About Me

I am currently a Master of Science candidate at The Hong Kong University of Science and Technology (Guangzhou), working under the supervision of Prof. Ying-Cong Chen. I completed my undergraduate studies in Management Information Systems at Beijing Jiaotong University, where I was mentored by Prof.

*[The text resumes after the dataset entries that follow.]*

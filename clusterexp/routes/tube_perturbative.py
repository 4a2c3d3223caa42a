"""Taylor coefficients of the tube pieces (`routes.tube_pieces`) about zero flux and the boson/fermion
point, through second order, from the perturbative route's mixtures (`routes.perturbative`) with one
species made infinitely heavy (docs/tubes.md, "Small fluxes from an infinitely heavy species").

A static tube of flux f is a particle of a species H of infinite mass whose mutual parameter with every
mobile species is f. Poisson tubes of coverage n are an ideal classical gas of H at fugacity z_H with
n = z_H b_{e_H}, b_{e_H} = M/m_ref. The mixture's ln Xi averages the mobile gas over the tube positions
with the weight the tubes' own partition function gives (an annealed average), the tube pieces are
defined with ln Xi of the mobile gas averaged at fixed tubes (quenched). With Delta(R) = ln Xi(R) -
ln Xi(no tube) for one tube at R, the annealed one-tube term is n int d^2R (e^Delta - 1)/lambda^2, the
quenched one n int d^2R Delta/lambda^2. The one-tube shift of one loop, s = -|f|(1 - |f|)/2, does not
depend on R (the particle's start point is integrated), so at z_i z_j the two differ by s_i s_j
(1/2 s^2 at z_i^2), which is f^2/4 (f^2/8) at second order:

  B_anyon_tube_A(e, f) = lim_{M -> inf} b_{2 e_A + e_H}/b_{e_H} - s^2/2,
  B_braid_tube_A_B(d, f) = lim b_{e_A + e_B + e_H}/b_{e_H} - s^2,
  T_two_tubes(f) = lim 2 (m_A/m_ref) b_{e_A + 2 e_H}/b_{e_H}^2          (one mobile particle: no difference).

The mixture coefficients are exact rational functions of M; the limit is read off by exact polynomial
interpolation in 1/M through `NODES` (every term of the route is a polynomial of low degree in 1/M) and
checked at one more node, so a term that is not such a polynomial stops with an internal error instead
of a wrong limit.
"""
from __future__ import annotations

import functools

import sympy

from .perturbative import Species, chain_part, taylor_coefficients

FLUX = sympy.Symbol("f", real=True)          # deviation of the flux from an integer
EXCHANGE = sympy.Symbol("e", real=True)      # deviation of the anyons' exchange parameter from its point
EXCHANGE_B = sympy.Symbol("e_B", real=True)  # the same for the second species of a braid pair
MUTUAL = sympy.Symbol("d", real=True)        # deviation of the braid pair's mutual parameter from an integer
KINDS = ("two_tubes", "anyon", "braid")
NODES = (1, 2, 3, 4, 5, 6)                   # heavy masses M (units of m_ref); the last one checks the rest


def _heavy(kind: str, M: int, about, masses, cycle, tubes: int = 1) -> dict:
    """{monomial: Rational} of the mixture coefficient with a heavy species of mass M, divided by the
    tube factor (b_{e_H}, or b_{e_H}^2 / (2 m_A) for two tubes), the heavy links renamed to the flux.
    tubes = 2 (kinds "anyon" and "braid"): the coefficient with two heavy particles over b_{e_H}^2, the
    coverage-squared part (`_two_tubes`).
    kind "anyon": b_{l e_A + e_H}, l = cycle; for l >= 3 its d^2 coefficient is the chains (derived)
    plus the cluster of the l-cycle with the heavy loop, which the route computes for equal masses only
    but whose static limit is exact: one loop of duration l beta around a point flux, the l-cycle's
    (+-1)^(l+1)/l times the d^2 part 1/2 of the one-tube shift s (docs/tubes.md (iii))."""
    g = [sympy.Symbol(f"g_{k}", real=True) for k in range(2)]
    if tubes == 2:
        return _two_tubes(kind, M, about, masses, cycle, g)
    if kind == "two_tubes":
        species = [Species(None, masses[0]), Species(None, M)]
        terms = taylor_coefficients(species, {(0, 1): g[0]}, (1, 2), ("boson", "boson"), 2)
        scale = sympy.Rational(2) * sympy.Rational(masses[0]) / M ** 2
    elif kind == "anyon":
        species = [Species(EXCHANGE, masses[0]), Species(None, M)]
        terms = taylor_coefficients(species, {(0, 1): g[0]}, (cycle, 1), (about, "boson"), 2, unknown="name",
                                    closed_forms=False)
        if isinstance(terms[g[0] ** 2], sympy.Symbol):   # not derived at finite M (or the closed form of
            # section 4k, not a polynomial in 1/M): its static limit
            sign = 1 if about == "boson" else (-1) ** (cycle + 1)
            chains = chain_part(species, {(0, 1): g[0]}, (cycle, 1), (about, "boson"))[g[0] ** 2]
            terms[g[0] ** 2] = chains + sign * sympy.Rational(M, 2 * cycle)
        scale = sympy.Rational(1, M)
    else:   # cycle = (a, b): b_{a e_A + b e_B + e_H}; about = (point of A, point of B)
        a, b = cycle
        species = [Species(EXCHANGE if a >= 2 else None, masses[0]), Species(EXCHANGE_B if b >= 2 else None, masses[1]),
                   Species(None, M)]
        terms = taylor_coefficients(species, {(0, 1): MUTUAL, (0, 2): g[0], (1, 2): g[1]}, (a, b, 1),
                                    (*about, "boson"), 2)
        scale = sympy.Rational(1, M)
    total = sympy.expand(sum(scale * value * monomial for monomial, value in terms.items()))
    return sympy.expand(total.xreplace({g[0]: FLUX, g[1]: FLUX}))


def _two_tubes(kind: str, M: int, about, masses, cycle, g) -> dict:
    """The coverage-squared part at heavy mass M: b_{l e_A + 2 e_H} (kind "anyon", cycle = l, A of mass
    masses[0]) or b_{a e_A + b e_B + 2 e_H} (kind "braid") over b_{e_H}^2 = M^2 (docs/tubes.md (iii),
    "The coverage-squared part"). For the anyons at l >= 2 the route leaves the g^2 coefficient named at
    unequal masses: it is the chains (derived, any masses) plus the link squared of the cluster of A's
    l-cycle with the 2-cycle of the heavy species, which is homogeneous of degree one in the masses and
    tends to its heavy-cycle line M/(2l) (docs/perturbative.md 4j): over M^2 it vanishes in the limit, so
    the chains alone are kept here (the limit is then exact; at finite M this is not the mixture's
    coefficient)."""
    if kind == "anyon":
        species = [Species(EXCHANGE if cycle >= 2 else None, masses[0]), Species(None, M)]
        mutual, index, points = {(0, 1): g[0]}, (cycle, 2), (about, "boson")
    else:
        a, b = cycle
        species = [Species(EXCHANGE if a >= 2 else None, masses[0]),
                   Species(EXCHANGE_B if b >= 2 else None, masses[1]), Species(None, M)]
        mutual, index, points = {(0, 1): MUTUAL, (0, 2): g[0], (1, 2): g[1]}, (a, b, 2), (*about, "boson")
    terms = taylor_coefficients(species, mutual, index, points, 2, unknown="name", closed_forms=False)
    for monomial, value in list(terms.items()):
        if isinstance(value, sympy.Symbol):
            if monomial != g[0] ** 2 or kind != "anyon":
                raise RuntimeError(f"coverage-squared part: {monomial} not derived at finite M (internal error)")
            terms[monomial] = chain_part(species, mutual, index, points)[monomial]
    total = sympy.expand(sum(value * monomial for monomial, value in terms.items()) / M ** 2)
    return sympy.expand(total.xreplace({g[0]: FLUX, g[1]: FLUX}))


def _limit(values: list[sympy.Rational]) -> sympy.Rational:
    """The value at x = 0 of the polynomial through (1/M, value) at the nodes but the last, which must
    lie on it too (exact Lagrange interpolation)."""
    xs = [sympy.Rational(1, M) for M in NODES]

    def through(points, x):
        out = sympy.Integer(0)
        for a, (xa, ya) in enumerate(points):
            weight = sympy.Integer(1)
            for b, (xb, _) in enumerate(points):
                if b != a:
                    weight *= (x - xb) / (xa - xb)
            out += ya * weight
        return out
    fit = list(zip(xs[:-1], values[:-1]))
    if through(fit, xs[-1]) != values[-1]:
        raise RuntimeError("static limit: a mixture coefficient is not a polynomial of low degree in 1/M "
                           "(internal error, docs/tubes.md)")
    return through(fit, sympy.Integer(0))


def tube_coefficients(kind: str, about="boson", masses=(1, 1), order: int = 2, cycle=None,
                      tubes: int = 1) -> dict:
    """{monomial: Rational} of the tube piece `kind` ("two_tubes", "anyon", "braid") through `order`
    (0, 1 or 2) in FLUX (the flux minus an integer), EXCHANGE (the anyons' exchange parameter minus
    their point `about`, "boson" or "fermion") and MUTUAL (the braid pair's mutual parameter minus an
    integer), |x| for the kinks; masses: the mobile species' masses (m_A, m_B) in units of m_ref (exact).
    For "anyon", `cycle` = l >= 2 (default 2) gives the coefficient of the coverage in b_l of the anyons
    (l = 2: the piece B_anyon_tube). For "braid", `cycle` = (a, b) (default (1, 1): the piece
    B_braid_tube) gives the coefficient of the coverage in b_{a e_A + b e_B}, and `about` is one point
    for both species or a pair (A's, B's). tubes = 2 (kinds "anyon" and "braid"): the coefficient of the
    coverage squared instead (two tubes; l = 2 is the piece B_anyon_two_tubes, (1, 1) B_braid_two_tubes),
    which depends on the masses in units of m_ref (masses[0] for the anyons). Monomials absent from the
    dict have coefficient 0."""
    if kind not in KINDS:
        raise ValueError(f"kind must be one of {KINDS}, got {kind!r}")
    if order not in (0, 1, 2):
        raise ValueError(f"order must be 0, 1 or 2, got {order!r}")
    if tubes not in (1, 2) or (tubes == 2 and kind == "two_tubes"):
        raise ValueError(f"tubes must be 1 or 2 (2 for the kinds 'anyon' and 'braid'), got {tubes!r}")
    if kind == "anyon":
        cycle = 2 if cycle is None else cycle
        if not isinstance(cycle, int) or cycle < 2:
            raise ValueError(f"cycle must be an integer >= 2 for kind 'anyon'; got {cycle!r}")
    elif kind == "braid":
        cycle = (1, 1) if cycle is None else tuple(cycle)
        if len(cycle) != 2 or not all(isinstance(k, int) and k >= 1 for k in cycle):
            raise ValueError(f"cycle must be a pair of integers >= 1 for kind 'braid'; got {cycle!r}")
        points = (about, about) if isinstance(about, str) else tuple(about)
        if len(points) != 2 or not set(points) <= {"boson", "fermion"}:
            raise ValueError(f"about must be 'boson', 'fermion' or a pair of them; got {about!r}")
        # one particle of a species has no exchange: its point does not matter
        about = tuple(p if k >= 2 else "boson" for p, k in zip(points, cycle))
    elif cycle is not None:
        raise ValueError(f"cycle is for the kinds 'anyon' and 'braid'; got {cycle!r}")
    masses = tuple(sympy.Rational(m) for m in masses)
    return dict(_coefficients(kind, about, masses, order, cycle, tubes))


@functools.lru_cache(maxsize=256)
def _coefficients(kind: str, about, masses: tuple, order: int, cycle, tubes: int = 1) -> tuple:
    """tube_coefficients as a tuple of items, computed once per process and argument set (six mixtures
    through the perturbative route each, 0.01-0.2 s; every expansion and truncated claim asks again)."""
    per_node = [sympy.Poly(_heavy(kind, M, about, masses, cycle, tubes), *sorted(
        {FLUX, EXCHANGE, EXCHANGE_B, MUTUAL, sympy.Abs(FLUX), sympy.Abs(EXCHANGE), sympy.Abs(EXCHANGE_B),
         sympy.Abs(MUTUAL)}, key=str))
        for M in NODES]
    monomials = sorted(set().union(*(p.monoms() for p in per_node)))
    gens = per_node[0].gens
    out = {}
    for powers in monomials:
        value = _limit([p.coeff_monomial(powers) for p in per_node])
        monomial = sympy.Mul(*(g ** k for g, k in zip(gens, powers)))
        degree = sum(powers)
        if value != 0 and degree <= order:
            out[monomial] = out.get(monomial, 0) + value
    if kind == "braid" and any(m.has(EXCHANGE, EXCHANGE_B) for m in out):
        raise RuntimeError("braid pieces: an exchange term at second order (docs/tubes.md (iii) says the "
                           "loops of a mixed cluster with a tube need three links for it; internal error)")
    if order >= 2 and tubes == 1:   # quenched, not annealed: minus (e^Delta - 1 - Delta) at z^l, through f^2
        # (two tubes: annealed and quenched differ from the third order on, docs/tubes.md (iii))
        out[FLUX ** 2] = out.get(FLUX ** 2, 0) - _quenched_correction(kind, about, cycle)
    return tuple((m, v) for m, v in out.items() if v != 0)



def _quenched_correction(kind: str, about, cycle) -> sympy.Rational:
    """The f^2 coefficient of the annealed-only part (e^Delta - 1 - Delta) of the one-tube term: Delta =
    sum_a z^a s_a does not depend on the tube's position, and s_a = (+-1)^(a+1) F/a, F = -|f|/2 + O(f^2),
    is the one-tube part of b_a of the ideal species (docs/tubes.md (iii)); at second order only products
    of two first-order s_a remain: (1/2) sum_{a+b=l} s_a s_b for anyons (l = 2: s_1^2/2 = f^2/8), s_a of
    A times s_b of B for b_{a e_A + b e_B} (a mixed multi-index has no first-order shift of its own; f^2/4
    for the braid piece), nothing for one mobile particle (two tubes)."""
    if kind == "braid":   # s_a of A times s_b of B
        (a, b), (pa, pb) = cycle, about
        sign = (1 if pa == "boson" else (-1) ** (a + 1)) * (1 if pb == "boson" else (-1) ** (b + 1))
        return sympy.Rational(sign, 4 * a * b)
    if kind == "two_tubes":
        return sympy.Integer(0)
    sign = 1 if about == "boson" else -1
    first = {a: -sympy.Rational(sign ** (a + 1), 2 * a) for a in range(1, cycle)}
    return sum((first[a] * first[cycle - a] for a in range(1, cycle)), sympy.Integer(0)) / 2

Jing Luan and graduated in 2024.

My research interests lie in building scalable, physically grounded, and self-improving embodied AI systems that generate, execute, verify, and refine robot programs toward generalizable manipulation in complex real-world environments:

  • 🧬 Synthetic Simulation & Scalable Data for Embodied AI
  • 🔧 Tool-Integrated Perception & Geometric Reasoning
  • 🕹️ Interactive Feedback & Long-horizon Robot Manipulation

Research Experience

RoboStressBench: four physically grounded visual stress dimensions (Material, Viewpoint, Lighting, Geometry) in embodied scenes

RoboStressBench: Benchmarking VLM Robustness to Physical Visual Stress in Embodied Scenes

Leyi Wu*, Yifan Zhao*, Jinjie Zhang*, Suzeyu Chen*, Wosong Chen, Zhifei Chen, Tianshuo Xu, Qingchun He, Hongxin Hu, Haojian Huang, Yangkai Wei, Wenqian Li, Yinchuan Li, Ying-Cong Chen

* Equal contribution

arXiv:2606.00828 · 2026

SPOT-Occ framework: Latent Feature Extraction and Sparse Prototype-guided Transformer Head

SPOT-Occ: Sparse Prototype-guided Transformer for Camera-based 3D Occupancy Prediction

Suzeyu Chen, Leheng Li, Ying-Cong Chen

arXiv:2602.04240 · 2026

Professional Experience

Knowin.ai Oct 2025 - Present

Robotics Algorithm Engineering Intern, Foundation Model / Multimodal LLM Team

  • Focused on synthetic data generation and evaluation automation for embodied AI and real-world robotic deployment.
  • Developed pipelines for generating, filtering, and validating task-oriented synthetic data.
  • Supported automated evaluation of multimodal large models under robotics-relevant scenarios.
  • Participated in on-device deployment, testing, and debugging of large models on real robot platforms.